Orthologs were defined as a pair of genes found between two genomes from different species by bidirectional best hits using BLASTP with e-value < 1010. When two genes within 10 kbp on the first genome have corresponding orthologs within 10 kbp on the second genome, the region between the two genes was defined as a syntenic block. The distance between the two genes was calculated by the formula, |PC1 – PC2| – 1/2 (LN1 + LN2), where PCn and LNn are nucleotide position of the center and nucleotide length of gene “n” (n = 1 or 2), respectively.

Analysis of chromosomal localization

For visualization of chromosome, chromosomal location, and gene density the R package karyoploteR was used85.

Secondary metabolite gene cluster analysis and visualization

For visualization of cluster synteny and similarity EasyFig was used86. The parameters minimum length and minimum identity were set to 50 bp and 50%, respectively.

Profiling of growth on different carbon sources

The species were grown on 35 different media plates using the same method as first described by deVries et al.55 All strains were grown on MM87 containing monosaccharides/oligosaccharides, polysaccharides, and crude substrates at 25 mM, 1%, and 3% final concentration, respectively.

Chemical analysis of secondary metabolism

The section Flavi strains were cultivated as three-point cultures on CYA and YES media for 7 days in the dark at 30 °C; subsequently three plugs (6 mm inner diameter) were taken across the colony, 800 µL of isopropanol ethyl acetate (1:3 v/v) with 1% formic acid was added and ultrasonicated for 1 h. The liquid sample was transferred to another tube and evaporated; after this 300 µL of methanol was added to dissolve the pellets and the samples were ultrasonicated for 20 min88,89,90. Samples were then centrifuged at max g-power for 2–3 min, and afterward 150 µL of the supernatant was transferred to HPLC vials91,92,93,94,95,96,97.

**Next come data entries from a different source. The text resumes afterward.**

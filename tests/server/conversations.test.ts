import { afterAll, beforeAll, describe, expect, it } from 'vitest';
import type { AppInstance } from '../../server/app';
import type { Listing } from '../../server/features/listings/listing.entity';
import type { User } from '../../server/features/users/user.entity';
import { MESSAGE_MAX_LENGTH, MESSAGES_PAGE_SIZE } from '../../shared/schemas/conversations';
import type { MessageView, ThreadView } from '../../shared/types/conversations';
import { buildUser } from '../support/factories';
import { linkIn, waitForMail } from '../support/inbox';
import { buildListedListing, buildListing } from '../support/listing-factories';
import { signedInAs } from '../support/sessions';
import { startTestApp } from '../support/test-app';

let app: AppInstance;
let moderator: User;
let seller: User;
/** One listing for most tests: each test asks with members of its own, so their threads stay apart. */
let listing: Listing;
beforeAll(async () => {
  app = await startTestApp();
  moderator = await buildUser(app.ctx.dataSource, { role: 'moderator' });
  seller = await buildUser(app.ctx.dataSource, { displayName: 'Hattie Fishplate' });
  listing = await buildListedListing(app.ctx, seller, moderator, { title: 'Four-road fiddle yard' });
});
afterAll(() => app.close());

const bodies = (messages: MessageView[]) => messages.map((m) => m.body);

describe('asking the seller about a listing', () => {
  it('opens one thread per listing and member, and asking again adds to the same thread', async () => {
    const buyer = await signedInAs(app, await buildUser(app.ctx.dataSource));

    const before = await buyer.get(`/api/conversations/listings/${listing.id}`).expect(200);
    expect(before.body.thread).toBeNull();
    expect(before.body.about).toMatchObject({
      title: 'Four-road fiddle yard',
      other: { displayName: 'Hattie Fishplate' },
    });

    const first = await buyer
      .post(`/api/conversations/listings/${listing.id}/messages`)
      .send({ body: 'Is the fiddle yard still available?' })
      .expect(201);
    const again = await buyer
      .post(`/api/conversations/listings/${listing.id}/messages`)
      .send({ body: 'And would it fit in an estate car?' })
      .expect(201);

    expect(again.body.conversationId).toBe(first.body.conversationId);
    const thread = (await buyer.get(`/api/conversations/listings/${listing.id}`).expect(200)).body.thread as ThreadView;
    expect(thread.conversation).toMatchObject({ id: first.body.conversationId, kind: 'listing', you: 'buyer' });
    expect(bodies(thread.messages)).toEqual([
      'Is the fiddle yard still available?',
      'And would it fit in an estate car?',
    ]);
  });

  it('gives each asking member their own thread with the seller', async () => {
    const one = await signedInAs(app, await buildUser(app.ctx.dataSource));
    const two = await signedInAs(app, await buildUser(app.ctx.dataSource));

    const a = await one.post(`/api/conversations/listings/${listing.id}/messages`).send({ body: 'Question one' });
    const b = await two.post(`/api/conversations/listings/${listing.id}/messages`).send({ body: 'Question two' });

    expect(a.status).toBe(201);
    expect(b.status).toBe(201);
    expect(a.body.conversationId).not.toBe(b.body.conversationId);
    const sellerAgent = await signedInAs(app, seller);
    const mine = await sellerAgent.get(`/api/conversations/${b.body.conversationId}`).expect(200);
    expect(bodies(mine.body.messages)).toEqual(['Question two']);
    expect(mine.body.conversation.you).toBe('seller');
  });

  it('e-mails the seller a link to the thread, not the message', async () => {
    const buyer = await signedInAs(app, await buildUser(app.ctx.dataSource, { displayName: 'Ned Ballast' }));
    const secret = `Private detail ${Date.now()}`;

    const sent = await buyer
      .post(`/api/conversations/listings/${listing.id}/messages`)
      .send({ body: secret })
      .expect(201);

    const mail = await waitForMail(seller.email, 'New message from Ned Ballast about Four-road fiddle yard');
    expect(linkIn(mail, `/messages/${sent.body.conversationId}`).origin).toBe(app.ctx.config.appOrigin);
    expect(mail.text).not.toContain(secret);
    expect(mail.html).not.toContain(secret);
    expect(mail.html).toContain(`/messages/${sent.body.conversationId}`);
  });

  it('answers 409 when a seller asks about their own listing', async () => {
    const sellerAgent = await signedInAs(app, seller);

    const res = await sellerAgent
      .post(`/api/conversations/listings/${listing.id}/messages`)
      .send({ body: 'Hello me' })
      .expect(409);
    expect(res.body.error.code).toBe('own_listing');
    await sellerAgent.get(`/api/conversations/listings/${listing.id}`).expect(409);
  });

  it('answers 404 for a draft listing, and for one that does not exist', async () => {
    const draft = await buildListing(app.ctx.dataSource, seller);
    const buyer = await signedInAs(app, await buildUser(app.ctx.dataSource));

    await buyer.post(`/api/conversations/listings/${draft.id}/messages`).send({ body: 'Hello?' }).expect(404);
    await buyer.get(`/api/conversations/listings/${draft.id}`).expect(404);
    await buyer.post('/api/conversations/listings/4000000000/messages').send({ body: 'Hello?' }).expect(404);
  });

  it('keeps the text exactly as written, markup and line breaks included', async () => {
    const buyer = await signedInAs(app, await buildUser(app.ctx.dataSource));
    const text = 'Line one\r\n<img src=x onerror="alert(1)">\n<script>alert("x")</script> & more';

    const res = await buyer.post(`/api/conversations/listings/${listing.id}/messages`).send({ body: text }).expect(201);

    expect(res.body.message.body).toBe('Line one\n<img src=x onerror="alert(1)">\n<script>alert("x")</script> & more');
  });

  it('answers 422 with a message for the field when the text is empty or too long', async () => {
    const buyer = await signedInAs(app, await buildUser(app.ctx.dataSource));
    const url = `/api/conversations/listings/${listing.id}/messages`;

    const empty = await buyer.post(url).send({ body: '   \n ' }).expect(422);
    expect(empty.body.error.fields.body).toBe('Write a message first.');
    const long = await buyer
      .post(url)
      .send({ body: 'x'.repeat(MESSAGE_MAX_LENGTH + 1) })
      .expect(422);
    expect(long.body.error.fields.body).toMatch(/at most 2,000 characters/);
    await buyer
      .post(url)
      .send({ body: 'y'.repeat(MESSAGE_MAX_LENGTH) })
      .expect(201);
    await buyer.post(url).send({ body: 'z', extra: true }).expect(422);
  });
});

describe('reading a thread', () => {
  it('answers 404 to members outside the thread, and to moderators, for a listing thread', async () => {
    const buyer = await signedInAs(app, await buildUser(app.ctx.dataSource));
    const { body } = await buyer
      .post(`/api/conversations/listings/${listing.id}/messages`)
      .send({ body: 'Only for the seller' })
      .expect(201);
    const stranger = await signedInAs(app, await buildUser(app.ctx.dataSource));
    const mod = await signedInAs(app, moderator);

    for (const agent of [stranger, mod]) {
      await agent.get(`/api/conversations/${body.conversationId}`).expect(404);
      await agent.get(`/api/conversations/${body.conversationId}/messages?before=999999`).expect(404);
      await agent.post(`/api/conversations/${body.conversationId}/messages`).send({ body: 'Me too' }).expect(404);
      await agent.post(`/api/conversations/${body.conversationId}/read`).send({ lastMessageId: 1 }).expect(404);
    }
    expect((await stranger.get('/api/conversations').expect(200)).body.items).toEqual([]);
  });

  it('pages from the newest page back to the first message, each page oldest first', async () => {
    const buyer = await buildUser(app.ctx.dataSource);
    const agent = await signedInAs(app, buyer);
    const first = await agent.post(`/api/conversations/listings/${listing.id}/messages`).send({ body: 'm1' });
    const id = first.body.conversationId as number;
    // Arrange the rest directly: the sending allowance would otherwise stop this test.
    const total = MESSAGES_PAGE_SIZE + 5;
    for (let n = 2; n <= total; n += 1)
      await app.ctx.dataSource.query(
        'INSERT INTO conversation_messages (conversation_id, sender_id, body) VALUES (?, ?, ?)',
        [id, n % 2 ? buyer.id : seller.id, `m${n}`],
      );

    const latest = (await agent.get(`/api/conversations/${id}`).expect(200)).body as ThreadView;
    expect(latest.messages).toHaveLength(MESSAGES_PAGE_SIZE);
    expect(latest.messages[0]!.body).toBe('m6');
    expect(latest.messages.at(-1)!.body).toBe(`m${total}`);
    expect(latest.hasEarlier).toBe(true);

    const earlier = await agent.get(`/api/conversations/${id}/messages?before=${latest.messages[0]!.id}`).expect(200);
    expect(bodies(earlier.body.messages)).toEqual(['m1', 'm2', 'm3', 'm4', 'm5']);
    expect(earlier.body.hasEarlier).toBe(false);

    const after = await agent.get(`/api/conversations/${id}/messages?after=${latest.messages.at(-3)!.id}`).expect(200);
    expect(bodies(after.body.messages)).toEqual([`m${total - 1}`, `m${total}`]);
    await agent.get(`/api/conversations/${id}/messages`).expect(422);
  });
});
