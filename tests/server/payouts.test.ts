import { afterAll, beforeAll, describe, expect, it, vi } from 'vitest';
import { MoneyMovement } from '../../server/features/orders/money-movement.entity';
import { autoConfirmDueOrders, sweepOrderMoney } from '../../server/features/orders/order-auto-confirm.job';
import { Order } from '../../server/features/orders/order.entity';
import { connectPayouts, move, orderAs, paidSale } from '../support/aftercare-fixtures';
import { waitForMail } from '../support/inbox';
import { eventually, startPayingApp, type PayingApp } from '../support/paying-app';

vi.setConfig({ testTimeout: 40_000 });

let paying: PayingApp;
beforeAll(async () => {
  paying = await startPayingApp();
});
afterAll(() => paying.close());

const transfersFor = async (orderId: number) =>
  (await paying.provider.transfers.list({ transfer_group: `order-${orderId}`, limit: 100 })).data;
const movements = (orderId: number) =>
  paying.app.ctx.dataSource.getRepository(MoneyMovement).findBy({ orderId, kind: 'transfer' });

describe('paying the seller', () => {
  it('pays the worked example once the buyer confirms receipt: £240 + £35 at 8 % is £22 commission and £253 payout', async () => {
    const sale = await paidSale(paying);
    const account = await connectPayouts(paying, sale);
    await eventually(
      async () => (await sale.sellerAgent.get('/api/payouts/account').expect(200)).body.account,
      (a: { ready: boolean }) => a.ready,
    );

    // Worked example: seller's gross = 24 000 + 3 500 = 27 500 p; commission = 27 500 × 800 / 10 000 = 2 200 p
    // (£22); payout = 27 500 − 2 200 = 25 300 p (£253). Source: shared/orders/money.ts rules (ours).
    const seen = await orderAs(sale.sellerAgent, sale.order.id);
    expect(seen.amounts).toMatchObject({ itemMinor: 24_000, deliveryMinor: 3_500, totalMinor: 27_500 });
    expect(seen.sellerMoney).toMatchObject({ commissionBps: 800, commissionMinor: 2_200, payoutMinor: 25_300 });

    const sent = await move(sale.sellerAgent, sale.order.id, 'send', { note: 'Van on Tuesday morning' }).expect(200);
    expect(sent.body.order.state).toBe('sent');
    const onItsWay = await waitForMail(sale.buyer.email, 'On its way:');
    expect(onItsWay.text).toContain('Van on Tuesday morning');

    const confirmed = await move(sale.buyerAgent, sale.order.id, 'confirm-receipt').expect(200);
    expect(confirmed.body.order.state).toBe('paid_out');

    const [transfer, ...others] = await transfersFor(sale.order.id);
    expect(others).toHaveLength(0);
    expect(transfer).toMatchObject({ amount: 25_300, currency: 'gbp', destination: account });
    const [charge] = await paying.chargesFor(sale.order.id);
    expect(transfer!.source_transaction).toBe(charge!.id);

    const after = await orderAs(sale.sellerAgent, sale.order.id);
    expect(after.sellerMoney).toMatchObject({ payoutMinor: 25_300, transferredMinor: 25_300 });
    expect(after.history.map((h) => [h.move, h.by, h.byName])).toEqual([
      ['create', 'buyer', 'Ada Sidebottom'],
      ['pay', 'payments', null],
      ['send', 'seller', 'Hollin Bridge Sidings'],
      ['confirmReceipt', 'buyer', 'Ada Sidebottom'],
      ['payOut', 'system', null],
    ]);
    expect((await waitForMail(sale.seller.email, 'Receipt confirmed:')).text).toContain('arrived as described');
    expect((await waitForMail(sale.seller.email, 'Payout sent:')).text).toContain('£253.00');
  });

  it('keeps a received order waiting until the payout account is ready, then pays it exactly once', async () => {
    const sale = await paidSale(paying);
    await connectPayouts(paying, sale, false);
    await move(sale.sellerAgent, sale.order.id, 'offer-collection', { note: 'Garage at the back' }).expect(200);
    expect((await waitForMail(sale.buyer.email, 'Ready to collect:')).text).toContain('Garage at the back');
    const received = await move(sale.buyerAgent, sale.order.id, 'confirm-receipt').expect(200);
    expect(received.body.order).toMatchObject({ state: 'received', stateLabel: 'Received: payout due' });
    await sweepOrderMoney(paying.app.ctx);
    expect(await transfersFor(sale.order.id)).toHaveLength(0);

    // The seller finishes onboarding: the provider's account.updated event makes the account ready and pays out.
    const { url } = (await sale.sellerAgent.post('/api/payouts/account').send({}).expect(200)).body as { url: string };
    expect((await fetch(url, { method: 'POST', redirect: 'manual' })).headers.get('location')).toMatch(
      /\/my\/balances\?connected=1$/,
    );
    await eventually(
      () => orderAs(sale.sellerAgent, sale.order.id),
      (o) => o.state === 'paid_out',
    );
    await sweepOrderMoney(paying.app.ctx);
    await sale.sellerAgent.get('/api/payouts/account').expect(200);
    expect(await transfersFor(sale.order.id)).toHaveLength(1);
    expect(await movements(sale.order.id)).toHaveLength(1);
    await waitForMail(sale.seller.email, 'Payout sent:');
  });

  it('confirms receipt automatically once the confirmation period has passed, and not before', async () => {
    const due = await paidSale(paying);
    const notYet = await paidSale(paying);
    await connectPayouts(paying, due);
    await move(due.sellerAgent, due.order.id, 'send').expect(200);
    await move(notYet.sellerAgent, notYet.order.id, 'send').expect(200);
    const orders = paying.app.ctx.dataSource.getRepository(Order);
    await orders.update(due.order.id, { confirmBy: new Date(Date.now() - 60_000) });

    expect(await autoConfirmDueOrders(paying.app.ctx)).toBeGreaterThanOrEqual(1);

    const done = await orderAs(due.sellerAgent, due.order.id);
    expect(done.state).toBe('paid_out');
    expect(done.history.find((h) => h.move === 'autoConfirm')).toMatchObject({ by: 'system', byName: null });
    expect((await waitForMail(due.seller.email, 'Receipt confirmed:')).text).toContain('No problem was raised');
    expect((await orderAs(notYet.sellerAgent, notYet.order.id)).state).toBe('sent');
  });

  it('makes one payout account per seller however often they connect', async () => {
    const sale = await paidSale(paying);
    const first = await connectPayouts(paying, sale, false);
    const second = await connectPayouts(paying, sale, false);
    expect(second).toBe(first);
    expect((await sale.sellerAgent.get('/api/payouts/account').expect(200)).body.account).toEqual({
      connected: true,
      ready: false,
    });
    expect((await sale.buyerAgent.get('/api/payouts/account').expect(200)).body.account).toEqual({
      connected: false,
      ready: false,
    });
  });
});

Ultra-high-performance liquid chromatography–diode array detection–quadrupole time-of-flight mass spectrometry (UHPLC–DAD–QTOFMS) was performed on an Agilent Infinity 1290 UHPLC system equipped with a diode array detector. Separation was obtained on a 250 × 2.1 mm i.d., 2.7 µm, Poroshell 120 Phenyl Hexyl column (Agilent Technologies, Santa Clara, CA) held at 60 °C. The sample, 1 µL, was eluted with a flow rate of 0.35 mL min–1 using A: a linear gradient 10% acetonitrile in Milli-Q water buffered with 20 mM formic acid increased to 100% in 15 min, staying there for 2 min before returning to 10% in 0.1 min, held for 3 min before the following run.

Mass spectrometry (MS) detection was performed on an Agilent 6545 QTOF MS equipped with an Agilent dual-jet stream electro spray ion (ESI) source with a drying gas temperature of 160 °C, gas flow of 13 L min–1, sheath gas temperature of 300 °C, and flow of 16 L min–1. Capillary voltage was set to 4000 V, and nozzle voltage, to 500 V in positive mode. MS spectra were recorded as centroid data, at an m/z of 100–1700, and auto MS/HRMS fragmentation was performed at three collision energies (10, 20, and 40 eV), on the three most intense precursor peaks per cycle. The acquisition was 10 spectra s−1. Data were handled in the software Agilent MassHunter Qualitative Analysis (Agilent Technologies, Santa Clara, CA).

Reporting summary

Further information on research design is available in the Nature Research Reporting Summary linked to this article.